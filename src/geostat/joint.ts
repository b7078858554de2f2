import type { FieldData, FieldSystem } from './blup.js';
import { type CovarianceFamily, correlationFunction } from './covariance/families.js';
import { distanceKm } from './positions.js';

/**
 * Means and the full signal covariance between places for one field: C₀₀ − CᵀV⁻¹C + R'(FᵀV⁻¹F)⁻¹R.
 *
 * @param places     count × 3, km; @param trendRows count × p
 * @param mean       count, written; @param covariance count × count row-major, written (no nugget)
 */
export function predictFieldJointly(
  system: FieldSystem,
  places: Float64Array,
  trendRows: Float64Array,
  count: number,
  data: FieldData,
  mean: Float64Array,
  covariance: Float64Array,
): void {
  const n = system.stationCount;
  const p = system.trendCount;
  const c = new Float64Array(n * count);
  const r = new Float64Array(count * p);
  system.covariances(places, 0, count, c);
  for (let j = 0; j < count; j++) {
    let value = 0;
    for (let a = 0; a < p; a++) value += trendRows[j * p + a] * data.coefficients[a];
    for (let i = 0; i < n; i++) value += c[i * count + j] * data.weights[i];
    mean[j] = value;
  }
  system.reduce(c, count, trendRows, 0, r);
  fillSignal(system.family, system.parameters, places, count, system.geometry.metric, covariance);
  for (let i = 0; i < n; i++) {
    for (let j = 0; j < count; j++) {
      const x = c[i * count + j];
      for (let k = 0; k <= j; k++) covariance[j * count + k] -= x * c[i * count + k];
    }
  }
  for (let j = 0; j < count; j++) {
    for (let k = 0; k <= j; k++) {
      for (let a = 0; a < p; a++) covariance[j * count + k] += r[j * p + a] * r[k * p + a];
      covariance[k * count + j] = covariance[j * count + k];
    }
    covariance[j * count + j] = Math.max(0, covariance[j * count + j]);
  }
}

function fillSignal(
  family: CovarianceFamily,
  parameters: { readonly sill: number; readonly rangeKm: number },
  places: Float64Array,
  count: number,
  metric: 'euclidean' | 'great-circle',
  out: Float64Array,
): void {
  const rho = correlationFunction(family).correlation;
  for (let j = 0; j < count; j++) {
    for (let k = 0; k <= j; k++) {
      const h = distanceKm(places, j, places, k, metric);
      out[j * count + k] = parameters.sill * rho(h / parameters.rangeKm);
    }
  }
}

/**
 * Mean and variance of a weighted average over places (block kriging; Journel & Huijbregts 1978). Sampling error
 * and micro-scale variation drop out of an areal mean.
 */
export function weightedAverage(
  mean: Float64Array,
  covariance: Float64Array,
  weights: Float64Array,
): { mean: number; variance: number } {
  const count = mean.length;
  let average = 0;
  let variance = 0;
  for (let j = 0; j < count; j++) {
    average += weights[j] * mean[j];
    for (let k = 0; k < count; k++) variance += weights[j] * weights[k] * covariance[j * count + k];
  }
  return { mean: average, variance: Math.max(0, variance) };
}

What is needed: Begin at the top of the listing above and set down each line exactly. Stop after the line that contains "const rho = correlationFunction(family).correlation;".

Solution for this task:
filename src/geostat/joint.ts
repository b7078858554de2f2
import type { FieldData, FieldSystem } from './blup.js';
import { type CovarianceFamily, correlationFunction } from './covariance/families.js';
import { distanceKm } from './positions.js';

/**
 * Means and the full signal covariance between places for one field: C₀₀ − CᵀV⁻¹C + R'(FᵀV⁻¹F)⁻¹R.
 *
 * @param places     count × 3, km; @param trendRows count × p
 * @param mean       count, written; @param covariance count × count row-major, written (no nugget)
 */
export function predictFieldJointly(
  system: FieldSystem,
  places: Float64Array,
  trendRows: Float64Array,
  count: number,
  data: FieldData,
  mean: Float64Array,
  covariance: Float64Array,
): void {
  const n = system.stationCount;
  const p = system.trendCount;
  const c = new Float64Array(n * count);
  const r = new Float64Array(count * p);
  system.covariances(places, 0, count, c);
  for (let j = 0; j < count; j++) {
    let value = 0;
    for (let a = 0; a < p; a++) value += trendRows[j * p + a] * data.coefficients[a];
    for (let i = 0; i < n; i++) value += c[i * count + j] * data.weights[i];
    mean[j] = value;
  }
  system.reduce(c, count, trendRows, 0, r);
  fillSignal(system.family, system.parameters, places, count, system.geometry.metric, covariance);
  for (let i = 0; i < n; i++) {
    for (let j = 0; j < count; j++) {
      const x = c[i * count + j];
      for (let k = 0; k <= j; k++) covariance[j * count + k] -= x * c[i * count + k];
    }
  }
  for (let j = 0; j < count; j++) {
    for (let k = 0; k <= j; k++) {
      for (let a = 0; a < p; a++) covariance[j * count + k] += r[j * p + a] * r[k * p + a];
      covariance[k * count + j] = covariance[j * count + k];
    }
    covariance[j * count + j] = Math.max(0, covariance[j * count + j]);
  }
}

function fillSignal(
  family: CovarianceFamily,
  parameters: { readonly sill: number; readonly rangeKm: number },
  places: Float64Array,
  count: number,
  metric: 'euclidean' | 'great-circle',
  out: Float64Array,
): void {
  const rho = correlationFunction(family).correlation;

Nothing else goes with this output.